洪武七年,十月十七。
東海海面上,一支龐大的船隊正破浪西行。
船隊由三十余艘大小船只組成,其中五艘是裝載金銀的寶船,吃水很深,航行緩慢。其余是護航的戰船,桅桿上飄揚著大明旗幟。
朱栐站在主艦船頭,海風獵獵,吹動他身上的黑色披風。
身后,張武和陳亨侍立兩側。
“王爺,照這速度,再有五六日就能到寧波了。”張武望著西方說道。
朱栐點點頭,目光落在遠處海平線上。
離開倭國已近半月,船隊從石見港出發,經對馬海峽入東海,一路向西。
第一批運回大明的金銀,數量驚人。
光是佐渡金山出的黃金,就裝了整整兩艘船,每船三千箱,每箱百兩,合計六十萬兩。
石見銀山出的白銀更多,裝了三艘船,每船五千箱,每箱百兩,合計一百五十萬兩。
還有菱刈礦山出的金銀混合礦,裝了一船,約值白銀三十萬兩。
總計黃金六十萬兩,白銀一百八十萬兩,按大明市價,一兩黃金換十兩白銀,折合白銀七百八十萬兩。
這還只是第一批。
倭國三大金銀礦,剛剛開始大規模開采,往后每年都會有這樣規模的產出。
“表兄說,這些金銀運回去,爹肯定高興。
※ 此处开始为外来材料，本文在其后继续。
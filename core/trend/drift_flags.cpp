// SPDX-License-Identifier: GPL-3.0-or-later
#include "core/trend/drift_run.h"

#include "core/trend/robust.h"

#include <algorithm>
#include <utility>

namespace evenstroke::drift {

namespace {

constexpr double worth_naming =
    1.5; ///< standard deviations; a quantity that moved less is not named in a flag

Level level_of(const Flag& flag)
{
    return flag.escalations.empty() ? flag.level : flag.escalations.back().level;
}

/// @param quantities candidates from here on are signatures
Flag::View view_from(const ScanResult& result, std::string name, std::size_t quantities,
                     const std::vector<double>& months, std::size_t reading)
{
    Flag::View view;
    view.candidate = std::move(name);
    view.is_signature = result.candidate >= quantities;
    view.direction = view.is_signature ? 0 : result.direction;
    view.shape = result.shape;
    view.onset = result.onset;
    view.since = result.onset - 1;
    view.months = months[reading] - months[view.since];
    view.evidence = result.evidence;
    return view;
}

void say_evidence(SubjectResult& subject, const ScanResult& result, std::string name, std::size_t quantities)
{
    subject.evidence = result.evidence;
    subject.candidate = std::move(name);
    subject.is_signature = result.candidate >= quantities;
    subject.direction = subject.is_signature ? 0 : result.direction;
    subject.shape = result.shape;
    subject.onset = result.onset;
}

void keep_worth_naming(std::vector<QuantityChange>& changes)
{
    std::sort(changes.begin(), changes.end(), [](const QuantityChange& one, const QuantityChange& other) {
        return std::abs(one.strength) > std::abs(other.strength);
    });
    while (changes.size() > 1 && std::abs(changes.back().strength) < worth_naming)
        changes.pop_back();
}

} // namespace

std::string DriftRun::candidate_name(std::size_t candidate) const
{
    return candidate < scanned_.size() ? input_->channels[scanned_[candidate]].quantity
                                       : matcher_.signature(candidate - scanned_.size()).name;
}

Flag::View DriftRun::view_of(std::size_t reading, const ScanResult& result,
                             const std::vector<ScanSeries>& series) const
{
    Flag::View view = view_from(result, candidate_name(result.candidate), scanned_.size(), months_, reading);
    view.years_by_chance = years_by_chance(result.evidence, cylinders_);
    const std::vector<std::size_t> moved = view.is_signature
                                               ? matcher_.channels(result.candidate - scanned_.size())
                                               : std::vector<std::size_t>{result.candidate};
    for (const std::size_t k : moved) {
        const ScanSeries& one = series[k];
        const auto fit =
            result.onset <= one.first ? std::nullopt
            : result.shape == Shape::step
                ? fit_step(*one.sums, one.first, result.onset, reading, one.noise)
                : fit_ramp(*one.sums, one.first, result.onset, reading, one.noise, months_[view.since]);
        if (fit)
            view.changes.push_back(
                {input_->channels[scanned_[k]].quantity, fit->strength(), fit->size(one.noise)});
    }
    keep_worth_naming(view.changes);
    return view;
}

bool DriftRun::limit_is_near(std::size_t reading, std::optional<std::size_t> cylinder,
                             const Flag::View& view) const
{
    constexpr double soon_months = 2.0;
    if (view.shape != Shape::ramp)
        return false;
    // A quantity that hardly moved has so wide an interval that its early end says nothing.
    constexpr double clearly_moved = 3.0;
    return std::any_of(view.changes.begin(), view.changes.end(), [&](const QuantityChange& change) {
        if (std::abs(change.strength) < clearly_moved)
            return false;
        const std::size_t channel = channel_of(*input_, output_, change.quantity, cylinder.has_value());
        const auto mark =
            mark_ahead(*input_, output_, channel, cylinder, reading, view.onset, change.size > 0.0);
        const auto time = mark ? time_to_limit(*input_, output_, channel, cylinder, reading, mark->distance)
                               : std::nullopt;
        return time && time->months_5 && *time->months_5 < soon_months;
    });
}

void DriftRun::judge_cylinder(std::size_t reading, std::size_t cylinder)
{
    SubjectResult& subject = output_.cylinders[at(reading, cylinder)];
    CylinderDecision& decision = decisions_[cylinder];
    if (reading > 0)
        subject.level = output_.cylinders[at(reading - 1, cylinder)].level;
    if (is_set(input_->cylinder_work, at(reading, cylinder), input_->readings() * cylinders_))
        subject.level = Level::quiet;
    subject.question_open = decision.question_open();
    if (output_.readings[reading].poor)
        return;
    const std::vector<ScanSeries> series = series_of(cylinder, decision.start());
    const ScanResult from_start = scan(series, matcher_, months_, reading);
    std::vector<ScanSeries> later_series;
    ScanResult from_supposed;
    if (decision.question_open()) {
        later_series = series_of(cylinder, decision.supposed());
        from_supposed = scan(later_series, matcher_, months_, reading);
    }
    const bool was_open = decision.question_open();
    const auto outcome =
        decision.decide(reading, from_start, was_open ? &from_supposed : nullptr, thresholds_);
    const bool later = outcome == CylinderDecision::Outcome::drift_from_supposed_work ||
                       (outcome != CylinderDecision::Outcome::drift_from_start && was_open);
    const ScanResult& result = later ? from_supposed : from_start;
    settle_cylinder(reading, cylinder, outcome, result, later ? later_series : series);
    if (!result.possible)
        return;
    say_evidence(subject, result, candidate_name(result.candidate), scanned_.size());
    subject.unexplained = result.any_change;
}

void DriftRun::settle_cylinder(std::size_t reading, std::size_t cylinder, CylinderDecision::Outcome outcome,
                               const ScanResult& result, const std::vector<ScanSeries>& series)
{
    CylinderDecision& decision = decisions_[cylinder];
    FlagBook& book = books_[cylinder];
    if (outcome == CylinderDecision::Outcome::question) {
        if (question_[cylinder])
            output_.flags[*question_[cylinder]].active = false;
        question_[cylinder] = output_.flags.size();
        Flag flag;
        flag.reading = flag.last_reading = reading;
        flag.cylinder = cylinder;
        flag.level = Level::ask;
        flag.active = true;
        flag.at_start = flag.now = view_of(reading, result, series);
        flag.work_before = decision.supposed();
        output_.flags.push_back(std::move(flag));
    } else if (outcome != CylinderDecision::Outcome::nothing) {
        const Flag::View view = view_of(reading, result, series);
        const bool strong = view.evidence >= thresholds_.cylinder + thresholds_.act_above;
        const Level level = strong || limit_is_near(reading, cylinder, view) ? Level::act : Level::watch;
        const bool starts = decision.was_quiet(reading);
        decision.note_drift(reading);
        book.carry(reading, cylinder, level, view, starts);
        if (view.shape == Shape::step && reading - book.open()->reading >= lasting_after_readings) {
            decision.accept_level(view.onset);
            for (ChannelHistory& channel : history_)
                channel.start[cylinder] = std::max(channel.start[cylinder], decision.start());
            book.keep_as_lasting();
        }
    } else if (decision.was_quiet(reading)) {
        book.close();
    }
    SubjectResult& subject = output_.cylinders[at(reading, cylinder)];
    subject.question_open = decision.question_open();
    if (book.open())
        subject.level = level_of(*book.open());
    else if (decision.question_open())
        subject.level = Level::ask;
    else
        subject.level = result.possible && result.evidence >= thresholds_.note ? Level::note : Level::quiet;
}

void DriftRun::take_answers(std::size_t reading)
{
    for (const Answer& answer : input_->answers) {
        const std::size_t j = answer.cylinder;
        if (answer.reading != reading || j >= cylinders_ || !question_[j] ||
            output_.flags[*question_[j]].reading != reading)
            continue;
        decisions_[j].answer(answer.work_was_done);
        for (ChannelHistory& channel : history_)
            channel.start[j] = std::max(channel.start[j], decisions_[j].start());
        Flag& question = output_.flags[*question_[j]];
        question.answered = answer.work_was_done;
        question.active = false;
        question_[j].reset();
    }
}

void DriftRun::judge_engine(std::size_t reading, const ReadingOpinion& opinion)
{
    const bool poor = output_.readings[reading].poor;
    const bool load_known = input_->load_percent.size() == input_->readings() &&
                            input_->load_percent[reading] && std::isfinite(*input_->load_percent[reading]);
    const double load = load_known ? std::clamp(*input_->load_percent[reading], 0.0, 150.0) : 75.0;
    std::vector<std::optional<double>> values(engine_.series().size());
    for (std::size_t e = 0; e < input_->engine_channels.size() && !poor; ++e) {
        const EngineChannel& channel = input_->engine_channels[e];
        if (channel.cells.size() == input_->readings() && !opinion.engine_held[e])
            values[e] = usable_deviation(channel.cells[reading], channel.noise);
    }
    for (const EngineLevel::MedianOf& median_of : engine_.medians()) {
        std::vector<double> without_offset;
        for (std::size_t j = 0; j < cylinders_ && !poor; ++j)
            if (const auto& value = history_[median_of.channel].deviation[at(reading, j)])
                without_offset.push_back(*value -
                                         output_.cells[median_of.channel][at(reading, j)].own_offset);
        values[median_of.series] = median(std::move(without_offset));
    }
    for (std::size_t e = 0; e < values.size(); ++e) {
        EngineSeries& series = engine_.series()[e];
        series.add(months_[reading], load, values[e]);
        series.prepare();
        CellResult& cell = output_.engine_cells[e][reading];
        cell.apart = series.residual(reading);
        cell.used = series.clipped(reading).has_value();
        cell.clipped = series.clipped(reading).value_or(0.0);
        cell.doubtful = e < opinion.engine_held.size() && opinion.engine_held[e] != 0;
        cell.noise = series.noise();
        cell.usable = series.usable();
        cell.segment_start = series.first();
    }
    settle_engine(reading, poor ? ScanResult{} : engine_.scan(reading));
}

Flag::View DriftRun::engine_view(std::size_t reading, const ScanResult& result) const
{
    Flag::View view = view_from(result, engine_.candidate_name(result.candidate), engine_.series().size(), months_,
                                reading);
    view.years_by_chance = years_by_chance(result.evidence, 0);
    for (const std::size_t e : engine_.moved_by(result.candidate)) {
        const EngineSeries& series = engine_.series()[e];
        if (const auto fit = series.fit(result.onset, result.shape))
            view.changes.push_back(
                {output_.engine_quantities[e], fit->strength(), fit->size(series.noise())});
    }
    keep_worth_naming(view.changes);
    return view;
}

void DriftRun::settle_engine(std::size_t reading, const ScanResult& result)
{
    SubjectResult& subject = output_.engine[reading];
    FlagBook& book = books_[cylinders_];
    if (result.possible && result.evidence > thresholds_.engine) {
        const bool starts = !last_engine_drift_ || reading - *last_engine_drift_ > quiet_readings;
        const bool strong = result.evidence >= thresholds_.engine + thresholds_.act_above;
        last_engine_drift_ = reading;
        const Flag::View view = engine_view(reading, result);
        const bool urgent = strong || limit_is_near(reading, std::nullopt, view);
        book.carry(reading, std::nullopt, urgent ? Level::act : Level::watch, view, starts);
    } else if (last_engine_drift_ && reading - *last_engine_drift_ > quiet_readings) {
        book.close();
    }
    if (book.open())
        subject.level = level_of(*book.open());
    else if (result.possible)
        subject.level = result.evidence >= thresholds_.note ? Level::note : Level::quiet;
    else if (reading > 0)
        subject.level = output_.engine[reading - 1].level;
    if (!result.possible)
        return;
    say_evidence(subject, result, engine_.candidate_name(result.candidate), engine_.series().size());
}

} // namespace evenstroke::drift
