// SPDX-License-Identifier: GPL-3.0-or-later
#include "core/trend/limit_passed.h"

#include <algorithm>

namespace evenstroke {

bool limit_is_passed(const Judgement& judgement, const Flag& flag)
{
    const Trend* trend = judgement.find_trend(flag.quantity, flag.subject);
    if (!trend || !flag.time_to_limit)
        return false;
    const auto newest = std::find_if(trend->points.rbegin(), trend->points.rend(),
                                     [](const TrendPoint& p) { return !p.doubtful && !p.unsteady; });
    if (newest == trend->points.rend())
        return false;
    const bool rising = flag.time_to_limit->limit > 0.0;
    for (const AbsoluteLimit& limit : judgement.record->engine.limits)
        if (limit.quantity == quantity(flag.quantity).name && (rising ? limit.high : limit.low))
            return rising ? newest->raw >= *limit.high : newest->raw <= *limit.low;
    const auto value = flag.subject.kind == Place::Kind::cylinder ? newest->apart : newest->deviation;
    // In per cent the trend has another unit than the distance.
    const bool percent = !flag.moved.empty() && flag.moved.front().percent;
    if (percent || !value || !trend->usual_low || !trend->usual_high)
        return false;
    const double mark = 0.5 * (*trend->usual_low + *trend->usual_high) + flag.time_to_limit->limit;
    return rising ? *value >= mark : *value <= mark;
}

} // namespace evenstroke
”朱栐憨笑道。
陳亨接口道:“何止高興,陛下怕是做夢都要笑醒,咱們大明一年歲入才多少,這一趟就運回近八百萬兩,抵得上兩年國庫收入了。”
“有了這些金銀,朝廷能辦好多事。”張武也道。
朱栐望著海面,心中想著前世記憶。
他知道,歷史上大明后期財政困難,一個重要的原因就是缺銀。
倭國的石見銀山,在十六,十七世紀曾是世界上最大的銀礦之一,年產白銀數百萬兩,養活了整個西歐的殖民擴張。
這一世,這些白銀屬于大明了。
船隊繼續航行。
……
十月二十三,船隊抵達寧波港。
港口早已得到消息,浙江平章政事率眾官員在碼頭迎接。
船隊緩緩靠岸。
“臣浙江平章政事方國珍,恭迎吳王殿下凱旋。”方國珍率眾官員跪拜。
朱栐下船,擺手道:“免禮,金銀卸船,小心輕放,派兵看守,不得有失。”
“是!”方國珍應道,立即安排人手。
碼頭上,士兵列隊,開始卸貨。
一箱箱金銀從船上抬下,裝上早已準備好的馬車。
馬車都由四匹馬拉動,車軸加固,車輪包鐵。
每輛馬車裝二十箱,由十名士兵押送,緩緩駛往城內倉庫。
卸船持續了一整天。
傍晚,所有金銀入庫,倉庫外圍了三層守衛,日夜看守。
方國珍設宴為朱栐接風。
宴席上,朱栐簡單問了問浙江近況,沒多停留。
次日一早,他便率親兵隊啟程,快馬加鞭趕往應天。
金銀由方國珍帶人押送,隨后跟上。
...............
洪武七年,十月二十九。
一支龐大的船隊正溯江而上,為首的是一艘三層樓船,桅桿上懸掛著大明龍旗和吳王旗幟。
朱栐站在船頭,望著越來越近的應天碼頭。
晨光中,碼頭上旌旗招展,黑壓壓站滿了人。
“王爺,看!皇上和太子殿下都來了!”張武興奮地指著前方。
朱栐瞇眼望去。
碼頭上,朱元璋身穿明黃龍袍,頭戴翼善冠,正站在最前方。
朱標身著太子朝服,站在父親身側。文武百官分列兩旁,禁軍侍衛森嚴列隊。
更遠處,百姓人山人海,都來看凱旋大軍。
“靠岸。”朱栐下令。
船隊緩緩靠近碼頭,拋錨下碇。
跳板放下。
朱栐當先走下船,他今日特意穿上了吳王蟒袍,外罩黑色大氅。
半年征戰,讓他的臉龐更加棱角分明,眼神也更加銳利。
“兒臣朱栐,參見父皇!”朱栐走到朱元璋面前,單膝跪地。
“臣等參見皇上,吾皇萬歲萬歲萬萬歲!參見太子殿下,殿下千歲千歲千千歲!”身后眾將齊聲跪拜。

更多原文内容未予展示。